The S&P 500 has fallen about 6% since late February, with the CBOE Volatility Index climbing roughly 10 points.
However, McElligott said in a note, reported by Bloomberg, that the increase in volatility has been gradual rather than the sharp spikes seen in previous market downturns.
In a note, the strategist attributed it to "appropriate mechanical de-allocation, deleveraging and rebalancing trades that remove accelerant flows which then contribute to crash conditions."
Systematic investors, including trend-following funds and volatility control strategies, have been cutting exposure during the pullback, helping to prevent a more extreme market reaction.
"Positioning cleanse is well underway from this particular unemotional sources of de-risking, and that is constructive," McElligott said.

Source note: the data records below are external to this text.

import { describe, expect, it } from 'vitest';
import { rasConcMaxFlux_gL } from '../../../shared/domain/flux.js';
import { operatingSettlingFit, stableBlanketReadings, type BlanketReading } from '../../../shared/domain/settling-fit.js';
import { mulberry32, uniform } from './prng.js';

/** Standard normal deviate by Box–Muller (Box & Muller 1958, Ann. Math. Stat. 29:610). */
function normal(rnd: () => number): number {
  return Math.sqrt(-2 * Math.log(1 - rnd())) * Math.cos(2 * Math.PI * rnd());
}

/**
 * Stable-blanket periods of a sludge with known Vesilind v0 = 6 m/h, k = 0.5 L/g: each period's
 * X_R is the maximum underflow concentration G_L/u of solids-flux theory (Keinath et al. 1977,
 * computed by flux.ts, itself checked against the published closed form), with log-normal noise.
 */
const TRUTH = { v0_mh: 6, k_Lg: 0.5 };
function readings(seed: number, n: number, sd: number): BlanketReading[] {
  const rnd = mulberry32(seed);
  return Array.from({ length: n }, (_, i) => {
    const u = uniform(rnd, 0.2, 0.6);
    return { t_ms: Date.UTC(2026, 10, 1) + i * 3_600_000, underflowRate_mh: u, underflowTss_gL: rasConcMaxFlux_gL(u, TRUTH).value! * Math.exp(sd * normal(rnd)) };
  });
}

describe('operatingSettlingFit: Vesilind v0 and k from stable-blanket periods at the limiting flux', () => {
  it('recovers v0 and k exactly from noise-free readings, with their number and date range', () => {
    const r = readings(1, 8, 0);
    const f = operatingSettlingFit(r);
    expect(f.fit.quality).toBe('estimated'); // always: critical loading is assumed
    expect(f.fit.value!.v0_mh).toBeCloseTo(6, 6);
    expect(f.fit.value!.k_Lg).toBeCloseTo(0.5, 8);
    expect(f.n).toBe(8);
    expect([f.from_ms, f.to_ms]).toEqual([r[0]!.t_ms, r[7]!.t_ms]);
  });

  it('seed 16, 30 periods, 3 % noise on X_R: |k̂ − k| ≤ 2·se(k) and |ln v̂0 − ln v0| ≤ 2·se(ln v0), and the uncertainty is not vacuous', () => {
    const f = operatingSettlingFit(readings(16, 30, 0.03)).fit.value!;
    expect(Math.abs(f.k_Lg - TRUTH.k_Lg)).toBeLessThanOrEqual(2 * f.kStdErr_Lg!);
    expect(Math.abs(Math.log(f.v0_mh / TRUTH.v0_mh))).toBeLessThanOrEqual(2 * f.lnV0StdErr!);
    expect(f.kStdErr_Lg!).toBeLessThan(0.05);
    expect(f.lnV0StdErr!).toBeLessThan(0.3);
  });

  it('over 200 seeds the ±2·se intervals hold the true k and v0 about 95 % of the time (Gauss–Newton standard errors, Bates & Watts 1988 [M])', () => {
    let k = 0;
    let v = 0;
    let fitted = 0;
    for (let seed = 1; seed <= 200; seed++) {
      const f = operatingSettlingFit(readings(seed, 30, 0.03)).fit.value;
      if (!f) continue;
      fitted++;
      if (Math.abs(f.k_Lg - TRUTH.k_Lg) <= 2 * f.kStdErr_Lg!) k++;
      if (Math.abs(Math.log(f.v0_mh / TRUTH.v0_mh)) <= 2 * f.lnV0StdErr!) v++;
    }
    expect(fitted).toBeGreaterThanOrEqual(195);
    for (const inside of [k, v]) {
      expect(inside / fitted).toBeGreaterThan(0.9);
      expect(inside / fitted).toBeLessThan(0.99);
    }
  });

  it('refuses with the reason: no periods, one underflow rate only, or readings that fit no limiting-flux curve', () => {
    expect(operatingSettlingFit([]).fit.reasons[0]).toMatch(/no period with a stable blanket/);
    const one = readings(2, 5, 0).map((r) => ({ ...r, underflowRate_mh: 0.4 }));
    expect(operatingSettlingFit(one).fit.reasons[0]).toMatch(/at least three at different rates/);
    // X_R rising with u: no Vesilind sludge does that at the limiting flux.
    const wrong = [0.2, 0.3, 0.4, 0.5].map((u, i) => ({ t_ms: i, underflowRate_mh: u, underflowTss_gL: 5 + 10 * u }));
    expect(operatingSettlingFit(wrong).fit.value).toBeNull();
  });
});

describe('stableBlanketReadings: periods of a stable blanket deep enough to be at the limiting flux', () => {
  // Three hours of minutes: hour 1 stable at 1.5 m, hour 2 rising 0.6 m/h, hour 3 stable but only 0.5 m (< 25 % of 4 m).
  const t0 = Date.UTC(2026, 10, 1, 6);
  const level = new Map<number, number>();
  const xr = new Map<number, number>();
  const qr = new Map<number, number>();
  const qw = new Map<number, number>();
  for (let m = 0; m < 180; m++) {
    const t = t0 + m * 60_000;
    level.set(t, m < 60 ? 1.5 : m < 120 ? 1.5 + (0.6 * (m - 60)) / 60 : 0.5);
    xr.set(t, 8);
    qr.set(t, 600);
    qw.set(t, 15);
  }
  const cl = { area_m2: 1500, sideWaterDepth_m: 4 };

  it('keeps the stable deep hour with its mean u = (Q_R + Q_W)/A and X_R; leaves out the rising and the shallow one', () => {
    const r = stableBlanketReadings({ level_m: level, underflowTss_gL: xr, rasFlow_m3h: qr, wasFlow_m3h: qw }, cl);
    // u = (600 + 15)/1500 = 0.41 m/h
    expect(r).toEqual([{ t_ms: t0 + 3_600_000, underflowRate_mh: 0.41, underflowTss_gL: 8 }]);
  });

  it('leaves out a period with a missing minute (a gap may hide a moving blanket)', () => {
    const gap = new Map(level);
    gap.delete(t0 + 30 * 60_000);
    expect(stableBlanketReadings({ level_m: gap, underflowTss_gL: xr, rasFlow_m3h: qr, wasFlow_m3h: qw }, cl)).toEqual([]);
  });
});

The S&P 500, which had rallied over 53% in the past two years, is down about 2% in 2025, pressured by concerns over stretched technology valuations, slowing economic growth, and escalating trade tensions.
Despite these challenges, McElligott expects volatility to decline in the coming weeks unless an unexpected shock disrupts market stability.
One area of concern remains leveraged hedge funds and exchange-traded funds, which have been offloading positions in last year’s top-performing stocks.
"Nearly 80% of the assets under management remain focused in tech leadership and animal spirits," McElligott warned, noting that this could create a negative feedback loop if selling pressure intensifies.